A comparison of robot-assisted versus manually constructed endoscopic coronary anastomosis

^a Division of Cardiothoracic Surgery, London Health Sciences Centre, University of Western Ontario, London, Ontario, Canada

Address reprint requests to Dr Boyd, London Health Sciences Centre, University Campus, 339 Windermere Rd, London, ON N6A 5A5, Canada
e-mail: douglas.boyd{at}lhsc.on.ca

Presented at the Thirty-sixth Annual Meeting of The Society of Thoracic Surgeons, Fort Lauderdale, FL, Jan 31–Feb 2, 2000.

	Abstract

Top Footnotes Abstract Introduction Material and methods Results Comment Acknowledgments References

 
Background. New technology has enabled surgeons to attempt totally endoscopic coronary artery bypass grafting. Our purpose was to compare three different techniques of totally endoscopic anastomosis using a porcine animal model.

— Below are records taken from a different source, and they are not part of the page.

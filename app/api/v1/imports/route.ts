import { z } from 'zod';
import { listImports } from '@/db/queries/imports';
import { AppError, issuesText } from '@/lib/errors';
import { withImportSlot } from '@/lib/api-limits';
import type { TokenContext } from '@/lib/api/auth';
import { apiRoute } from '@/lib/api/handler';
import { envValue } from '@/lib/env';
import { listRoute } from '@/lib/api/resources';
import { importJsonBody, importFile } from '@/lib/services/imports/csv-import';
import { parseDosQuery } from '@/lib/import/dos-format';
import { importDosFile } from '@/lib/services/imports/dos-import';
import { importKindQuerySchema, importSummarySchema } from '@/lib/api/schemas';
import { limitedBody, readLimitedBody } from '@/lib/stream-limit';

/**
 * POST /api/v1/imports — a JSON body `{ kind, fileName?, units?, onChange?, createMissing?, rows }`, or a
 * CSV file (`Content-Type: text/csv`, `?kind=…&fileName=…&onChange=…&createMissing=…`; kind=sources also
 * BibTeX, RIS or CSL-JSON; catalogue kinds in lib/services/imports/catalog-import.ts; a phonon DOS with
 * `?kind=dos&temperatures=298.15,300`). 201 with the counts,
 * 422 with every row error, 409 for a file already imported, 413 over IMPORT_MAX_BYTES,
 * 429 when the workspace already runs IMPORT_CONCURRENCY_PER_WORKSPACE imports.
 */
export const POST = apiRoute('imports:create', z.object({}), (request, ctx) => withImportSlot(ctx.workspaceId, () => runImport(request, ctx)));

async function runImport(request: Request, ctx: TokenContext): Promise<Response> {
  const maxBytes = envValue('IMPORT_MAX_BYTES');
  const type = (request.headers.get('content-type') ?? '').split(';')[0].trim().toLowerCase();
  const actor = { userId: ctx.createdBy, tokenId: ctx.tokenId };
  let outcome;
  if (type === 'application/json') {
    outcome = await importJsonBody({ workspaceId: ctx.workspaceId, actor, role: ctx.role, bytes: await readLimitedBody(request, maxBytes) });
  } else if (type === 'text/csv' || type === 'application/x-bibtex' || type === 'text/plain') {
    const url = new URL(request.url);
    if (url.searchParams.get('kind') === 'dos') {
      const dos = parseDosQuery(url.searchParams);
      if (!dos.success) throw new AppError('bad-request', issuesText(dos.error.issues));
      outcome = await importDosFile({
        workspaceId: ctx.workspaceId,
        actor,
        via: 'api',
        fileName: dos.data.fileName ?? null,
        temperatures: dos.data.temperatures,
        body: limitedBody(request, maxBytes),
      });
      return Response.json(outcome, { status: 201, headers: { location: `/api/v1/imports/${outcome.importId}` } });
    }
    const param = (name: string) => url.searchParams.get(name) ?? undefined;
    const query = importKindQuerySchema.safeParse({ kind: param('kind'), fileName: param('fileName'), onChange: param('onChange'), prefer: param('prefer'), createMissing: param('createMissing') });
    if (!query.success) throw new AppError('bad-request', issuesText(query.error.issues));
    outcome = await importFile({
      workspaceId: ctx.workspaceId,
      actor,
      role: ctx.role,
      via: 'api',
      kind: query.data.kind,
      fileName: query.data.fileName ?? null,
      onChange: query.data.onChange,
      prefer: query.data.prefer,
      createMissing: query.data.createMissing === 'true',
      body: limitedBody(request, maxBytes),
    });
  } else {
    throw new AppError('bad-request', 'Send Content-Type: application/json (rows) or text/csv (a file, with ?kind=; application/x-bibtex for sources).');
  }
  // A catalogue import whose rows were all unchanged wrote nothing: 200 without an import.
  if (outcome.importId === null) return Response.json(outcome, { status: 200 });
  return Response.json(outcome, { status: 201, headers: { location: `/api/v1/imports/${outcome.importId}` } });
}

export const GET = listRoute('imports:read', importSummarySchema, async (workspaceId, page) => {
  const { items, total } = await listImports(workspaceId, page);
  return { rows: items, total };
});
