import type { RowError } from '@/lib/import/errors';
import { count } from '@/lib/format';

/** Every row error with row, column and reason (the header is row 1); an error of the method table names its line. */
export function RowErrorTable({ errors, errorCount }: { errors: RowError[]; errorCount: number }) {
  return (
    <div className="space-y-2">
      <p className="text-sm font-medium text-bad" role="alert">
        {count(errorCount)} {errorCount === 1 ? 'error' : 'errors'} — nothing can be imported until they are fixed.
        {errorCount > errors.length && ` The first ${count(errors.length)} are listed.`}
      </p>
      <div role="region" aria-label="Row errors" tabIndex={0} className="max-h-80 overflow-auto rounded-md border border-rule">
        <table className="w-full text-sm" data-testid="row-errors">
          <thead className="sticky top-0 bg-panel text-left text-xs text-ink-muted">
            <tr>
              <th className="px-2 py-1.5 font-medium">Row</th>
              <th className="px-2 py-1.5 font-medium">Column</th>
              <th className="px-2 py-1.5 font-medium">Reason</th>
            </tr>
          </thead>
          <tbody className="divide-y divide-rule">
            {errors.map((e, i) => (
              <tr key={i}>
                <td className="num px-2 py-1 align-top">{e.methodLine !== undefined ? `method line ${e.methodLine}` : e.row === 0 ? 'file' : e.row}</td>
                <td className="px-2 py-1 align-top font-mono text-xs">{e.column ?? '—'}</td>
                <td className="px-2 py-1">{e.reason}</td>
              </tr>
            ))}
          </tbody>
        </table>
      </div>
      <p className="text-xs text-ink-faint">Row numbers count the header as row 1, as a spreadsheet shows them.</p>
    </div>
  );
}
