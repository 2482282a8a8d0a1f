import type { Metadata } from 'next';
import Link from 'next/link';
import { notFound } from 'next/navigation';
import { requirePageMember } from '@/lib/session';
import { getDeck } from '@/db/queries/decks';
import { DeckSlide } from '@/components/decks/deck-slide';
import { PrintButton } from '@/components/decks/print-button';
import { when } from '../../../benchmarks/_components/format';

export const metadata: Metadata = { title: 'Print deck' };

// Printing shows only the deck: the workspace shell and every button are hidden, one slide per page.
const PRINT_CSS = `
@page { size: A4 landscape; margin: 12mm; }
@media print {
  html, body { background: #fff !important; }
  body * { visibility: hidden; }
  [data-print-root], [data-print-root] * { visibility: visible; }
  [data-print-root] { position: absolute; inset: 0 auto auto 0; width: 100%; padding: 0 !important; }
  [data-print-root] button, [data-print-hide] { display: none !important; }
  .print-slide { break-after: page; page-break-after: always; border: none !important; box-shadow: none !important; }
  .print-slide:last-child { break-after: auto; page-break-after: auto; }
  a { color: inherit; text-decoration: none; }
}
`;

export default async function PrintPage({ params }: { params: Promise<{ workspace: string; id: string }> }) {
  const { workspace, id } = await params;
  const ctx = await requirePageMember(workspace, 'decks:read');
  const deck = await getDeck(ctx.workspace.id, id);
  if (!deck) notFound();
  const total = deck.views.length;
  return (
    <div data-print-root className="space-y-6" data-testid="print-deck">
      <style>{PRINT_CSS}</style>
      <div className="flex flex-wrap items-center justify-between gap-3" data-print-hide>
        <p className="text-sm">
          <Link href={`/w/${ctx.workspace.slug}/decks/${deck.id}`}>← {deck.title}</Link>
        </p>
        <PrintButton />
      </div>
      <header className="print-slide rounded-lg border border-rule bg-panel p-6">
        <h1 className="text-3xl">{deck.title}</h1>
        <p className="mt-2 text-sm text-ink-muted">
          {ctx.workspace.name} · {total} slide{total === 1 ? '' : 's'} · printed {when(new Date())}
        </p>
        <ol className="mt-4 list-decimal pl-6 text-sm">
          {deck.views.map((v) => (
            <li key={v.id}>{v.title ?? `${v.viewKind}${v.benchmark ? ` · ${v.benchmark.name}` : v.material ? ` · ${v.material.name}` : ''}`}</li>
          ))}
        </ol>
      </header>
      {deck.views.map((v, i) => (
        <section key={v.id} className="print-slide rounded-lg border border-rule bg-panel p-6" aria-label={`Slide ${i + 1} of ${total}`}>
          <DeckSlide workspace={ctx.workspace} entry={v} mode="print" />
          <p className="mt-3 text-right text-xs text-ink-faint num">
            {i + 1} / {total}
          </p>
        </section>
      ))}
    </div>
  );
}
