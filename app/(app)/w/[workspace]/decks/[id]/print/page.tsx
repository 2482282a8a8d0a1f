import type { Metadata } from 'next';
import Link from 'next/link';
import { notFound } from 'next/navigation';
import { requirePageMember } from '@/lib/session';
import { utcMinute } from '@/lib/format';
import { getDeck } from '@/db/queries/decks';
import { DeckSlide } from '@/app/(app)/w/[workspace]/decks/_components/deck-slide';
import { deckSlides } from '@/app/(app)/w/[workspace]/decks/_components/slide-parts';
import { PrintButton } from '@/app/(app)/w/[workspace]/decks/_components/print-button';
import { VIEW_KIND_LABELS } from '@/lib/decks/view-kinds';

export const metadata: Metadata = { title: 'Print deck' };

// Printing (or saving as PDF) shows only the deck: the workspace shell and every button are hidden, one slide per A4 landscape page.
const PRINT_CSS = `
@page { size: A4 landscape; margin: 12mm; }
@media print {
  html, body { background: #fff !important; }
  body * { visibility: hidden; }
  aside { display: none !important; }
  [data-print-root], [data-print-root] * { visibility: visible; }
  [data-print-root] { position: absolute; inset: 0 auto auto 0; width: 100%; padding: 0 !important; }
  [data-print-root] button, [data-print-hide] { display: none !important; }
  .print-slide { break-after: page; page-break-after: always; break-inside: avoid; border: none !important; box-shadow: none !important; padding: 0 !important; }
  .print-slide:last-child { break-after: auto; page-break-after: auto; }
  a { color: inherit; text-decoration: none; }
}
`;

export default async function PrintPage({ params }: { params: Promise<{ workspace: string; id: string }> }) {
  const { workspace, id } = await params;
  const ctx = await requirePageMember(workspace, 'decks:read');
  const deck = await getDeck(ctx.workspace.id, id);
  if (!deck) notFound();
  const slides = await deckSlides(ctx.workspace.id, deck.views, 'print');
  const pages = slides.length + 1;
  return (
    <div data-print-root className="space-y-6" data-testid="print-deck" data-slides={slides.length}>
      <style>{PRINT_CSS}</style>
      <div className="flex flex-wrap items-center justify-between gap-3" data-print-hide>
        <p className="text-sm">
          <Link href={`/w/${ctx.workspace.slug}/decks/${deck.id}`}>← {deck.title}</Link>
        </p>
        <PrintButton />
      </div>
      <header className="print-slide rounded-lg border border-rule bg-panel p-6">
        <h1 className="text-3xl">{deck.title}</h1>
        <p className="mt-2 text-sm text-ink-muted">
          {ctx.workspace.name} · {deck.views.length} view{deck.views.length === 1 ? '' : 's'} on {slides.length} page{slides.length === 1 ? '' : 's'} · printed {utcMinute(new Date())}
        </p>
        <ol className="mt-4 list-decimal pl-6 text-sm">
          {deck.views.map((v) => (
            <li key={v.id}>{v.title ?? `${VIEW_KIND_LABELS[v.viewKind] ?? v.viewKind}${v.benchmark ? ` · ${v.benchmark.name}` : v.material ? ` · ${v.material.name}` : ''}`}</li>
          ))}
        </ol>
        <p className="mt-6 text-xs text-ink-faint">
          The statistics depend on the quality and representativeness of the data behind them; they support, and do not replace, expert judgement and peer review.
        </p>
      </header>
      {slides.map((s, i) => (
        <section key={s.key} className="print-slide rounded-lg border border-rule bg-panel p-6" aria-label={`Page ${i + 2} of ${pages}`}>
          <DeckSlide workspace={ctx.workspace} entry={s.entry} mode="print" part={s.part} parts={s.parts} />
          <p className="num mt-3 text-right text-xs text-ink-faint">
            {i + 2} / {pages}
          </p>
        </section>
      ))}
    </div>
  );
}
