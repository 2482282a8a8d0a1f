'use client';
import Link from 'next/link';
import { useMemo, useState } from 'react';
import { decodeUtf8Strict } from '@/lib/import/decode';
import { dosQuery, parseDosTemperatures } from '@/lib/import/dos-format';
import { previewDos, type DosPreviewResult, type DosReferenceLists } from '@/lib/import/dos-preview';
import { isImportRefusal, type RowError } from '@/lib/import/errors';
import { Button } from '@/components/ui/button';
import { inputClass } from '@/components/ui/field';
import { Notice } from '@/components/ui/notice';
import { Panel } from '@/components/ui/panel';
import { FileDrop } from './file-drop';
import { RowErrorTable } from './row-error-table';
import { UploadRefused, uploadImport, type UploadState } from './upload-import';
import { count, plain } from '@/lib/format';

type Outcome = { importId: string; insertedCount: number; duplicateCount: number; computedCount: number; dosCount: number };
type CommitState = UploadState<Outcome>;

type Loaded = { file: File; text: string } | { file: File; refusal: { message: string; errors: RowError[] } };

/**
 * The wizard's phonon-DOS path: the file is checked and the entropies computed in the
 * browser with the same reader and harmonicFromDos as the server (DOS files are small,
 * so this runs on the main thread), then the original bytes are sent for commit.
 */
export function DosImport({ workspaceId, slug, references }: { workspaceId: string; slug: string; references: DosReferenceLists | null }) {
  const [temperatureText, setTemperatureText] = useState('298.15');
  const [loaded, setLoaded] = useState<Loaded | null>(null);
  const [commit, setCommit] = useState<CommitState>({ status: 'idle' });
  const temperatures = parseDosTemperatures(temperatureText);

  const preview = useMemo((): { result: DosPreviewResult } | { refusal: { message: string; errors: RowError[] } } | null => {
    const chosen = parseDosTemperatures(temperatureText);
    if (!loaded || !references || !chosen.ok) return null;
    if ('refusal' in loaded) return { refusal: loaded.refusal };
    try {
      return { result: previewDos(loaded.text, references, chosen.temperatures) };
    } catch (e) {
      if (isImportRefusal(e)) return { refusal: { message: e.message, errors: e.errors } };
      return { refusal: { message: (e as Error).message, errors: [] } };
    }
  }, [loaded, references, temperatureText]);

  async function choose(file: File) {
    setCommit({ status: 'idle' });
    try {
      setLoaded({ file, text: decodeUtf8Strict(new Uint8Array(await file.arrayBuffer())) });
    } catch (e) {
      const errors = isImportRefusal(e) ? e.errors : [];
      setLoaded({ file, refusal: { message: (e as Error).message, errors } });
    }
  }

  async function send() {
    if (!loaded || !temperatures.ok) return;
    setCommit({ status: 'sending' });
    setCommit(await uploadImport<Outcome>(workspaceId, dosQuery({ fileName: loaded.file.name, temperatures: temperatures.temperatures }), loaded.file));
  }

  const result = preview && 'result' in preview ? preview.result : null;
  const canCommit = result !== null && result.errorCount === 0 && temperatures.ok && commit.status !== 'sending' && commit.status !== 'done';

  return (
    <div className="space-y-5">
      <Panel title="2 · Temperatures and file">
        <div className="space-y-3">
          <label className="block max-w-md space-y-0.5 text-xs font-medium">
            Temperatures (K) at which to compute entropy and heat capacity
            <input
              className={inputClass}
              value={temperatureText}
              onChange={(e) => {
                setTemperatureText(e.target.value);
                setCommit({ status: 'idle' });
              }}
              aria-invalid={!temperatures.ok}
              aria-describedby="dos-temperatures-hint"
              disabled={commit.status === 'sending'}
            />
          </label>
          <p id="dos-temperatures-hint" className={`text-xs ${temperatures.ok ? 'text-ink-muted' : 'text-bad'}`}>
            {temperatures.ok ? 'Separate several with commas, e.g. 100, 298.15, 500.' : temperatures.reason}
          </p>
          <FileDrop onFile={choose} disabled={commit.status === 'sending'} />
          {loaded && (
            <p className="text-sm text-ink-muted">
              <span className="font-medium text-ink">{loaded.file.name}</span> · <span className="num">{count(loaded.file.size)} bytes</span>
            </p>
          )}
          {preview && 'refusal' in preview && (
            <div className="space-y-2">
              <Notice tone="bad">{preview.refusal.message}</Notice>
              {preview.refusal.errors.length > 0 && <RowErrorTable errors={preview.refusal.errors} errorCount={preview.refusal.errors.length} />}
            </div>
          )}
        </div>
      </Panel>

      {result && (
        <Panel title="3 · What will be computed">
          <div className="space-y-4">
            <p className="text-sm">
              <span className="num font-medium">{count(result.rowCount)}</span> rows · <span className="num">{result.blocks.length}</span> densities of states ·{' '}
              <span className={`num ${result.errorCount ? 'text-bad' : 'text-ink-muted'}`}>{count(result.errorCount)} {result.errorCount === 1 ? 'error' : 'errors'}</span>
              {result.ignored.length > 0 && <span className="text-ink-muted"> · ignored columns: {result.ignored.map((h) => `“${h}”`).join(', ')}</span>}
            </p>
            {result.errorCount > 0 && <RowErrorTable errors={result.errors} errorCount={result.errorCount} />}
            <DosBlocksTable result={result} />
            <p className="text-xs text-ink-muted">
              Harmonic values per formula unit (J mol⁻¹ K⁻¹): the DOS is renormalised to 3 × atoms in the cell and divided by Z, the formula units per cell. Calorimetric
              entropies also hold electronic and anharmonic contributions that a harmonic DOS does not.
            </p>
            <div className="flex items-center gap-3">
              <Button type="button" onClick={send} disabled={!canCommit} aria-disabled={!canCommit}>
                {commit.status === 'sending' ? 'Importing…' : 'Compute and import'}
              </Button>
              {result.errorCount > 0 && <span className="text-xs text-ink-muted">Fix the errors in the file first.</span>}
            </div>
            <DosCommitResult state={commit} slug={slug} />
          </div>
        </Panel>
      )}
    </div>
  );
}

function DosBlocksTable({ result }: { result: DosPreviewResult }) {
  return (
    <div role="region" aria-label="Densities of states in the file" tabIndex={0} className="max-h-96 overflow-auto rounded-md border border-rule">
      <table className="w-full text-xs" data-testid="dos-preview">
        <caption className="sr-only">Densities of states in the file and the values computed from them</caption>
        <thead className="sticky top-0 bg-panel text-left text-ink-muted">
          <tr>
            <th className="px-2 py-1.5 font-medium">Material</th>
            <th className="px-2 py-1.5 font-medium">Method</th>
            <th className="px-2 py-1.5 font-medium">Source</th>
            <th className="px-2 py-1.5 font-medium">Grid</th>
            <th className="px-2 py-1.5 font-medium">Z</th>
            <th className="px-2 py-1.5 font-medium">T (K)</th>
            <th className="px-2 py-1.5 text-right font-medium">S (J mol⁻¹ K⁻¹)</th>
            <th className="px-2 py-1.5 text-right font-medium">C_v (J mol⁻¹ K⁻¹)</th>
          </tr>
        </thead>
        <tbody className="divide-y divide-rule">
          {result.blocks.map((b) => {
            const rows = b.values ?? [null];
            return rows.map((v, i) => (
              <tr key={`${b.firstRow}-${i}`}>
                {i === 0 && (
                  <>
                    <td className="px-2 py-1 align-top" rowSpan={rows.length}>
                      {b.material}
                    </td>
                    <td className="px-2 py-1 align-top" rowSpan={rows.length}>
                      {b.method}
                    </td>
                    <td className="px-2 py-1 align-top font-mono" rowSpan={rows.length}>
                      {b.source}
                    </td>
                    <td className="num px-2 py-1 align-top whitespace-nowrap" rowSpan={rows.length}>
                      {b.points} points, {b.minFrequency}–{b.maxFrequency} {b.unit}
                    </td>
                    <td className="num px-2 py-1 align-top" rowSpan={rows.length}>
                      {b.formulaUnitsPerCell === null ? '—' : plain(Number(b.formulaUnitsPerCell.toFixed(4)))}
                    </td>
                  </>
                )}
                {v ? (
                  <>
                    <td className="num px-2 py-1">{v.temperatureK}</td>
                    <td className="num px-2 py-1 text-right">{v.entropy}</td>
                    <td className="num px-2 py-1 text-right">{v.heatCapacity}</td>
                  </>
                ) : (
                  <td className="px-2 py-1 text-ink-muted" colSpan={3}>
                    computed once the file has no errors
                  </td>
                )}
              </tr>
            ));
          })}
        </tbody>
      </table>
    </div>
  );
}

function DosCommitResult({ state, slug }: { state: CommitState; slug: string }) {
  if (state.status === 'done') {
    const o = state.outcome;
    return (
      <Notice tone="good">
        Stored {count(o.insertedCount)} computed values from {o.dosCount} densities of states
        {o.duplicateCount > 0 && <> ({count(o.duplicateCount)} identical to existing rows, skipped)</>}.{' '}
        <Link href={`/w/${slug}/imports/${o.importId}`}>Open the import</Link>
      </Notice>
    );
  }
  if (state.status === 'refused') return <UploadRefused state={state} slug={slug} />;
  return null;
}
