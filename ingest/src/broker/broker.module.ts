import { Module } from '@nestjs/common';
import { GatewaysModule } from '../gateways/gateways.module.js';
import { TelemetryModule } from '../telemetry/telemetry.module.js';
import { BrokerService } from './broker.service.js';
import { GatewayAuthenticator } from './gateway-authenticator.service.js';

@Module({
  imports: [GatewaysModule, TelemetryModule],
  providers: [GatewayAuthenticator, BrokerService],
  exports: [BrokerService],
})
export class BrokerModule {}
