import { sunDay } from '@wellkept/core';
import { describe, expect, it } from 'vitest';
import { approximateLastSunrise } from '../../src/rules/approximate-dawn.js';

// The scheduler's quick sunrise against core's SPA (checked there against the NREL report).
const PLACES = [
  { latitudeDegrees: 35.4, longitudeDegrees: -107.9, timeZone: 'America/Denver' },
  { latitudeDegrees: -31.9, longitudeDegrees: 115.9, timeZone: 'Australia/Perth' },
  { latitudeDegrees: 60.2, longitudeDegrees: 24.9, timeZone: 'Europe/Helsinki' },
];
const NOONS = [Date.UTC(2026, 2, 20, 12), Date.UTC(2026, 5, 21, 12), Date.UTC(2026, 11, 2, 12)];

describe('approximate last sunrise', () => {
  it('is within two minutes of the SPA sunrise, and at or before the instant asked', () => {
    for (const place of PLACES) {
      for (const noon of NOONS) {
        // Three hours after the SPA's sunrise of that local day.
        const exact = sunDay(noon / 1000, place).sunriseT!;
        const asked = exact + 3 * 3600;
        const approx = approximateLastSunrise(asked, place);
        expect(approx).not.toBeNull();
        expect(approx!).toBeLessThanOrEqual(asked);
        expect(Math.abs(approx! - exact)).toBeLessThan(120);
      }
    }
  });

  it('gives the previous dawn before this morning’s sunrise, and null in polar night', () => {
    const place = PLACES[0]!;
    const today = sunDay(Date.UTC(2026, 11, 2, 19) / 1000, place).sunriseT!;
    const yesterday = sunDay(Date.UTC(2026, 11, 1, 19) / 1000, place).sunriseT!;
    expect(Math.abs(approximateLastSunrise(today - 600, place)! - yesterday)).toBeLessThan(120);
    const arctic = { latitudeDegrees: 78.2, longitudeDegrees: 15.6 };
    expect(approximateLastSunrise(Date.UTC(2026, 11, 21, 12) / 1000, arctic)).toBeNull();
  });
});
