/**
 * Counts open sockets across the MQTT listeners (TCP and WebSocket) and refuses those past the
 * configured maximum before any MQTT parsing, so a flood of connections costs little memory.
 */
export class ConnectionGate {
  private open = 0;

  constructor(private readonly max: number) {}

  get count(): number {
    return this.open;
  }

  /** Admits a socket (returns a release function) or returns null when full. */
  admit(): (() => void) | null {
    if (this.open >= this.max) return null;
    this.open += 1;
    let released = false;
    return () => {
      if (released) return;
      released = true;
      this.open -= 1;
    };
  }
}
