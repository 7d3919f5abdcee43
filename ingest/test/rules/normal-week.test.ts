import { startMailCatcher, useTestDatabase, type MailCatcher } from '@wellkept/db/testing';
import type { MqttClient } from 'mqtt';
import { afterAll, beforeAll, describe, expect, it } from 'vitest';
import { connectGateway } from '../support/ingest-harness.js';
import { Homestead } from './support/homestead-series.js';
import { publishReadings } from './support/publish.js';
import {
  createCompany,
  createPerson,
  createSite,
  FakeClock,
  startRulesApp,
  type RulesApp,
} from './support/rules-harness.js';

/**
 * A healthy homestead for a week, through the real broker, with the rules running on every
 * commit and on the schedule (dawn judgements included): nothing opens and no alert mail goes.
 */
const HOUR = 3600;
const database = useTestDatabase('rules_normal_week');
const DAY0 = Math.floor(Date.now() / 86_400_000) * 86_400 - 8 * 86_400;
const clock = new FakeClock(DAY0 * 1000);
let catcher: MailCatcher;
let rules: RulesApp;
let client: MqttClient;
let evaluations = 0;
let overnightJudged = 0;

beforeAll(async () => {
  catcher = await startMailCatcher();
  rules = await startRulesApp(database.url, catcher, { clock, rules: { debounceMs: 50 } });
  const evaluate = rules.evaluation.evaluate.bind(rules.evaluation);
  rules.evaluation.evaluate = (siteId, kinds) => {
    evaluations += 1;
    if (kinds.includes('overnight_sag')) overnightJudged += 1;
    return evaluate(siteId, kinds);
  };
  const company = await createCompany(database.db);
  const site = await createSite(database.db, company.id);
  await createPerson(database.db, company.id, 'admin');
  await createPerson(database.db, company.id, 'technician');
  await createPerson(database.db, company.id, 'owner', { sites: [site.id] });
  client = await connectGateway(rules.mqttUrl, site);
  const sim = new Homestead(DAY0);
  for (let t = DAY0 + 2 * HOUR; t <= DAY0 + 7 * 24 * HOUR; t += 2 * HOUR) {
    clock.set(t * 1000);
    const pack = [];
    while (sim.t < t) pack.push(...sim.step());
    await publishReadings(client, site.gatewayId, pack);
    await rules.scheduler.settled();
    await rules.scheduler.tick();
  }
  await rules.notifier.sweep();
  await rules.sender.trigger();
}, 600_000);

afterAll(async () => {
  client?.end(true);
  await rules?.close();
  await catcher?.stop();
});

describe('a normal week', () => {
  it('opens no alert and sends no alert mail, though the rules ran all week', async () => {
    expect(evaluations).toBeGreaterThan(84);
    expect(overnightJudged).toBeGreaterThanOrEqual(6);
    const alerts = await database.db.selectFrom('alerts').select(['kind', 'summary']).execute();
    expect(alerts).toEqual([]);
    expect(await catcher.messages()).toEqual([]);
    const outbox = await database.db.selectFrom('email_outbox').select('id').execute();
    expect(outbox).toEqual([]);
  });
});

Methods. Porcine hearts were excised and the right coronary artery was dissected free for use as an arterial graft. The hearts were placed in a human thoracic model and an endoscopic arterial anastomosis between the free right coronary artery and the left anterior descending coronary artery was performed using one of the following: (1) two-dimensional visualization with straight endoscopic instruments (n = 8); (2) three-dimensional head-mounted visualization with curved endoscopic instruments (n = 7); or (3) three-dimensional visualization with robotic telemanipulation (n = 8). Pathologic analysis of suture placement, vessel trauma, and patency was performed. Anastomoses were graded according to quality, ease, and patency using a seven-point Likert scale (1 = excellent, 7 = very poor).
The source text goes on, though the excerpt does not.